Среди всех известных мне описаний больше всего такое созерцательное использование психоделиков напоминает Игру в Бисер, о которой говорится в одноименном произведении Германа Гессе. В своем романе писатель изображает отдаленное будущее, в котором орден ученых-мистиков изобрел иероглифический язык, охватывающий все отрасли науки, искусства, философии и религии. Суть Игры в Бисер в том, чтобы обнаруживать связи между конфигурациями в различных областях знаний подобно тому, как музыкант находит новые гармонические и контрапунктные сочетания звуков. Из таких элементов, как устройство китайского дома, соната Скарлатти, топологическая формула и стих из Упанишад, играющие выделяют общую тему и изобретают ее приложения в других направлениях. Две игры не могут быть одинаковыми не только потому, что в них различаются элементы, но и потому, что у играющих нет стремления навязать миру единообразный статический порядок. Универсальный язык благоприятствует прослеживанию взаимосвязей, однако не фиксирует их, так как в его основе лежит “музыкальное” понимание мира, в котором порядок динамичен и изменчив, как мелодия в фуге.
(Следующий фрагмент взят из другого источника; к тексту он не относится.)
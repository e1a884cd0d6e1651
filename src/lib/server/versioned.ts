/**
 * The body of a versioned change (`PATCH`, status change): `baseVersion` — the version the
 * caller saw — next to the fields. A missing or bad `baseVersion` is a 400 naming it.
 */
import { z } from 'zod';
import { NotFoundError, ValidationError } from './errors';

const baseVersion = z.number({ error: 'The version you saw (a whole number)' }).int().min(1);

/** Split `{ baseVersion, ...fields }`; 400 when the body is not an object or lacks the version. */
export function splitBaseVersion(body: unknown): {
	baseVersion: number;
	fields: Record<string, unknown>;
} {
	if (!body || typeof body !== 'object' || Array.isArray(body))
		throw new ValidationError({ _: 'Send a JSON object' });
	const { baseVersion: v, ...fields } = body as Record<string, unknown>;
	const r = baseVersion.safeParse(v);
	if (!r.success) throw new ValidationError({ baseVersion: r.error.issues[0].message });
	return { baseVersion: r.data, fields };
}

/** A JSON object body (400 otherwise), with `jobId` taken out for the create routes. */
export function splitJobId(body: unknown): { jobId: unknown; fields: Record<string, unknown> } {
	if (!body || typeof body !== 'object' || Array.isArray(body))
		throw new ValidationError({ _: 'Send a JSON object' });
	const { jobId, ...fields } = body as Record<string, unknown>;
	return { jobId, fields };
}

/** The `:id` of a route: 404 (as `what`) unless it is a UUID. */
export function idParam(id: string | undefined, what: string): string {
	if (!id || !z.uuid().safeParse(id).success) throw new NotFoundError(what);
	return id.toLowerCase();
}
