/**
 * Form actions answer like the API, in the shape the office pages read: the values typed
 * (so nothing is lost), the fields to fix (400), the current record when someone else
 * saved first (409), or a message (403, 404). `action` names the form that answered, for
 * pages with several forms.
 */
import { fail } from '@sveltejs/kit';
import { AppError, StaleVersionError, ValidationError } from './errors';

export type FormValues = Record<string, string>;

/** The text values of a submitted form (files are ignored). */
export function valuesOf(fd: FormData): FormValues {
	const out: FormValues = {};
	for (const [k, v] of fd) if (typeof v === 'string') out[k] = v;
	return out;
}

/** Turn a service error into the action's failure; anything unexpected is rethrown. */
export function failFrom(e: unknown, values: FormValues, action = 'default') {
	if (e instanceof ValidationError) return fail(400, { action, values, fields: e.fields });
	if (e instanceof StaleVersionError) return fail(409, { action, values, conflict: e.current });
	if (e instanceof AppError) return fail(e.status, { action, values, message: e.message });
	throw e;
}

/** The version a form was opened at (the hidden `baseVersion` input); 0 when missing. */
export function baseVersionOf(fd: FormData): number {
	const n = Number(fd.get('baseVersion'));
	return Number.isInteger(n) && n > 0 ? n : 0;
}
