/**
 * Response headers every answer of the app carries (OWASP ASVS 5.0 §3.4). Pages get their
 * Content-Security-Policy from SvelteKit (`kit.csp` in svelte.config.js: a nonce per
 * rendered page, hashes in the prerendered shell); every other answer of the app (JSON, CSV,
 * redirects) gets `NON_PAGE_POLICY`, which lets a response opened as a document do nothing.
 * Files served before the app's hooks (the client build, the font, the service worker, the
 * shell) get the same headers from `scripts/serve.js` (`STATIC_HEADERS` there).
 */
import type { RequestEvent } from '@sveltejs/kit';

/** The policy of a response that is not a page: nothing may load, run or frame it. */
export const NON_PAGE_POLICY = "default-src 'none'; base-uri 'none'; object-src 'none'; form-action 'none'; frame-ancestors 'none'";

/** Headers for every response; `response` must be a fresh Response (its headers mutable). */
export function applySecurityHeaders(response: Response, event: Pick<RequestEvent, 'url'>): Response {
	const h = response.headers;
	if (!h.has('content-security-policy')) h.set('content-security-policy', NON_PAGE_POLICY);
	h.set('x-content-type-options', 'nosniff');
	h.set('referrer-policy', 'same-origin');
	h.set('x-frame-options', 'DENY'); // for browsers older than frame-ancestors
	h.set('permissions-policy', 'geolocation=(), microphone=(), payment=(), usb=()');
	h.set('cross-origin-opener-policy', 'same-origin');
	if (event.url.protocol === 'https:') h.set('strict-transport-security', 'max-age=31536000; includeSubDomains');
	return response;
}
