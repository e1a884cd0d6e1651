/**
 * The server's merge rule (DESIGN §5) as one pure function, `mergeOp`: given a record's state,
 * its open conflicts and one op, it says what to store, what to audit, what to append to the
 * change feed, which conflicts to open or update, and what to answer. The ledger of opIds
 * (duplicates) is the caller's: see `memory-server.ts` for the reference.
 *
 *  - append-only entities accept only `create` (`rejected: append_only`);
 *  - `create` (baseVersion 0) on a missing record writes version 1; on an existing record it
 *    is a no-op `applied` when every sent field equals the stored one, else `id_conflict`;
 *  - `patch` merges field by field (`merge-field.ts`); on a missing or deleted record it is
 *    `not_found`; a baseVersion above the record's version is `base_ahead`;
 *  - `delete` tombstones unless another device changed a field since its base: then the
 *    record is kept and a conflict on `DELETED_FIELD` opens (`conflict`, `stale_delete`);
 *    a delete of a deleted record is a no-op `applied` (it is gone, as asked).
 * Status: `conflict` when any field clashed (the other fields still apply), else `applied`
 * when the base was the current version, else `merged`. The version grows by one exactly
 * when a value changed or the record was deleted.
 */
import { isAppendOnly, type PushResult, type Reason } from './protocol';
import { isSameValue, mergeField, writerOf, type Draft } from './merge-field';
import {
	DELETED_FIELD,
	type Conflict,
	type MergeContext,
	type MergeOp,
	type MergeOutcome,
	type RecordState,
	type Writer
} from './merge-types';

export { isSameValue } from './merge-field';
export * from './merge-types';

/** Merge one op into a record's state; pure (the inputs are never changed). */
export function mergeOp(state: RecordState | null, op: MergeOp, ctx: MergeContext): MergeOutcome {
	if (op.kind !== 'create' && isAppendOnly(op.entity)) return reject(state, op, 'append_only');
	if (op.kind === 'create') return mergeCreate(state, op);
	if (!state || (state.deleted && op.kind === 'patch')) return reject(state, op, 'not_found');
	if (op.baseVersion > state.version) return reject(state, op, 'base_ahead');
	return op.kind === 'patch' ? mergePatch(state, op, ctx) : mergeDelete(state, op, ctx);
}

function reject(state: RecordState | null, op: MergeOp, reason: Reason): MergeOutcome {
	const result: PushResult = { opId: op.opId, status: 'rejected', reason };
	return { result, state, changed: [], feed: null, conflicts: [] };
}

function accept(state: RecordState, op: MergeOp, status: 'applied' | 'merged'): PushResult {
	return { opId: op.opId, status, version: state.version };
}

function mergeCreate(state: RecordState | null, op: MergeOp): MergeOutcome {
	if (op.baseVersion !== 0) return reject(state, op, 'invalid');
	if (state) {
		const same = Object.entries(op.fields).every(([k, v]) => isSameValue(state.fields[k], v));
		if (!same) return reject(state, op, 'id_conflict');
		return { result: accept(state, op, 'applied'), state, changed: [], feed: null, conflicts: [] };
	}
	const fields = structuredClone(op.fields);
	const names = Object.keys(fields).sort();
	const created: RecordState = {
		version: 1,
		deleted: false,
		fields,
		fieldVersions: Object.fromEntries(names.map((f) => [f, 1])),
		fieldWriters: Object.fromEntries(names.map((f) => [f, [writerOf(op)]]))
	};
	const changed = names.map((field) => ({ field, old: null, new: fields[field] }));
	return {
		result: accept(created, op, 'applied'),
		state: created,
		changed,
		feed: 'upsert',
		conflicts: []
	};
}

function openDraft(state: RecordState, ctx: MergeContext): Draft {
	const open = ctx.openConflicts.filter((c) => c.status === 'open');
	return {
		state: structuredClone(state),
		conflicts: new Map(open.map((c) => [c.field, structuredClone(c)])),
		touched: new Set(),
		changed: [],
		clashed: [],
		newConflictId: ctx.newConflictId
	};
}

function touchedConflicts(d: Draft): Conflict[] {
	return [...d.touched].sort().map((f) => d.conflicts.get(f)!);
}

function mergePatch(state: RecordState, op: MergeOp, ctx: MergeContext): MergeOutcome {
	const d = openDraft(state, ctx);
	const nextVersion = state.version + 1;
	for (const field of Object.keys(op.fields).sort()) {
		mergeField(d, field, op.fields[field], op, nextVersion);
	}
	if (d.changed.length) d.state.version = nextVersion;
	const conflicts = touchedConflicts(d);
	const feed = d.changed.length ? 'upsert' : null;
	const outcome = { state: d.state, changed: d.changed, feed, conflicts } as const;
	if (d.clashed.length) {
		const conflictId = d.conflicts.get(d.clashed[0])!.conflictId;
		const result: PushResult = {
			opId: op.opId,
			status: 'conflict',
			version: d.state.version,
			conflictId
		};
		return { result, ...outcome };
	}
	const status = op.baseVersion === state.version ? 'applied' : 'merged';
	return { result: accept(d.state, op, status), ...outcome };
}

/**
 * Whether a delete on top of `base` would discard another device's work, and whose: a field
 * changed since `base` whose writers include another device (or are unknown), or a value of
 * another device waiting in an open conflict of the record.
 */
function findOtherWork(state: RecordState, op: MergeOp, open: readonly Conflict[]) {
	const writers = new Map<string, Writer>();
	let clash = false;
	for (const [field, version] of Object.entries(state.fieldVersions)) {
		if (version <= op.baseVersion) continue;
		const list = state.fieldWriters[field] ?? [];
		if (!list.length) clash = true;
		for (const w of list) if (w.deviceId !== op.deviceId) writers.set(w.deviceId, w);
	}
	const waiting = open.some((c) => c.candidates.some((k) => k.deviceId !== op.deviceId));
	return { clash: clash || waiting || writers.size > 0, writers: [...writers.values()] };
}

function mergeDelete(state: RecordState, op: MergeOp, ctx: MergeContext): MergeOutcome {
	const noChange = { state, changed: [], feed: null, conflicts: [] };
	if (state.deleted) return { result: accept(state, op, 'applied'), ...noChange };
	const open = ctx.openConflicts.filter((c) => c.status === 'open');
	const openDelete = open.find((c) => c.field === DELETED_FIELD);
	const others = findOtherWork(
		state,
		op,
		open.filter((c) => c !== openDelete)
	);
	if (op.baseVersion < state.version && others.clash) {
		const conflict = joinDeleteConflict(op, openDelete, others.writers, ctx);
		const { conflictId } = conflict;
		const result: PushResult = {
			opId: op.opId,
			status: 'conflict',
			version: state.version,
			conflictId,
			reason: 'stale_delete'
		};
		return { result, ...noChange, conflicts: [conflict] };
	}
	const deleted = { ...structuredClone(state), version: state.version + 1, deleted: true };
	const status = op.baseVersion === state.version ? 'applied' : 'merged';
	const conflicts = openDelete ? [{ ...openDelete, status: 'agreed' as const }] : [];
	const result = accept(deleted, op, status);
	return { result, state: deleted, changed: [], feed: 'delete', conflicts };
}

/** The record's delete conflict with this op's delete as a candidate (opened if none is). */
function joinDeleteConflict(
	op: MergeOp,
	open: Conflict | undefined,
	writers: Writer[],
	ctx: MergeContext
): Conflict {
	return {
		conflictId: open?.conflictId ?? ctx.newConflictId(),
		entity: op.entity,
		entityId: op.entityId,
		field: DELETED_FIELD,
		status: 'open',
		server: { value: false, writers: mergeWriters(open?.server.writers ?? [], writers) },
		candidates: [
			...(open?.candidates ?? []).filter((c) => c.deviceId !== op.deviceId),
			{ ...writerOf(op), value: true }
		]
	};
}

function mergeWriters(a: readonly Writer[], b: readonly Writer[]): Writer[] {
	const byDevice = new Map(a.map((w) => [w.deviceId, w]));
	for (const w of b) byDevice.set(w.deviceId, w);
	return [...byDevice.values()];
}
Подобно этому в моих экспериментах с ЛСД и псилоцибином я обычно сосредоточивал внимание на такой теме, как полярность, трансформация (например, пищи в живой организм), борьба за выживание, связь между абстрактным и конкретным или между Логосом и Эросом. Затем я позволял своему углубленному восприятию постигать подобные отношения с помощью произведений искусства и музыки, с помощью таких естественных объектов, как папоротник, цветок, морская ракушка, религиозный или мифологический архетип (это могла быть Месса), или же с помощью личного контакта с теми, кто оказывался рядом со мной. Кроме того, иногда я концентрировался на одном из органов чувств и как бы пытался обратить его на себя, чтобы увидеть процесс видения, а от этого переходил к попыткам понять понимание или искал ответ на вопрос “Кто я?”.

Подобные исследования приводят к интуитивным проблескам необычайной яркости, и поскольку по окончании действия психоделика перечислить их не составляет труда (особенно, если они записаны на пленку или на бумагу), следующие за экспериментом дни и недели можно использовать для того, чтобы проверять их с логической, эстетической, философской и научной точек зрения на обычных ситуациях. Как и следовало ожидать, одни из них оказываются важными, тогда как другие нет. То же можно сказать и о внезапных находках, которые изобретатель или человек искусства делает в обычном состоянии сознания; они не всегда столь же подлинны и универсально применимы, как кажутся в момент озарения. Создается впечатление, что психоделики дают сильный толчок творческой интуиции и поэтому обладают не менее ценными достоинствами в сфере изобретения и научных исследований, нежели в психотерапии — если последнюю понимать в обычном смысле как средство “приспособления” ущербной личности к жизни в нашем обществе. Лучшая сфера их использования — не клиника для душевнобольных, а студия, лаборатория или институт глубинных исследований.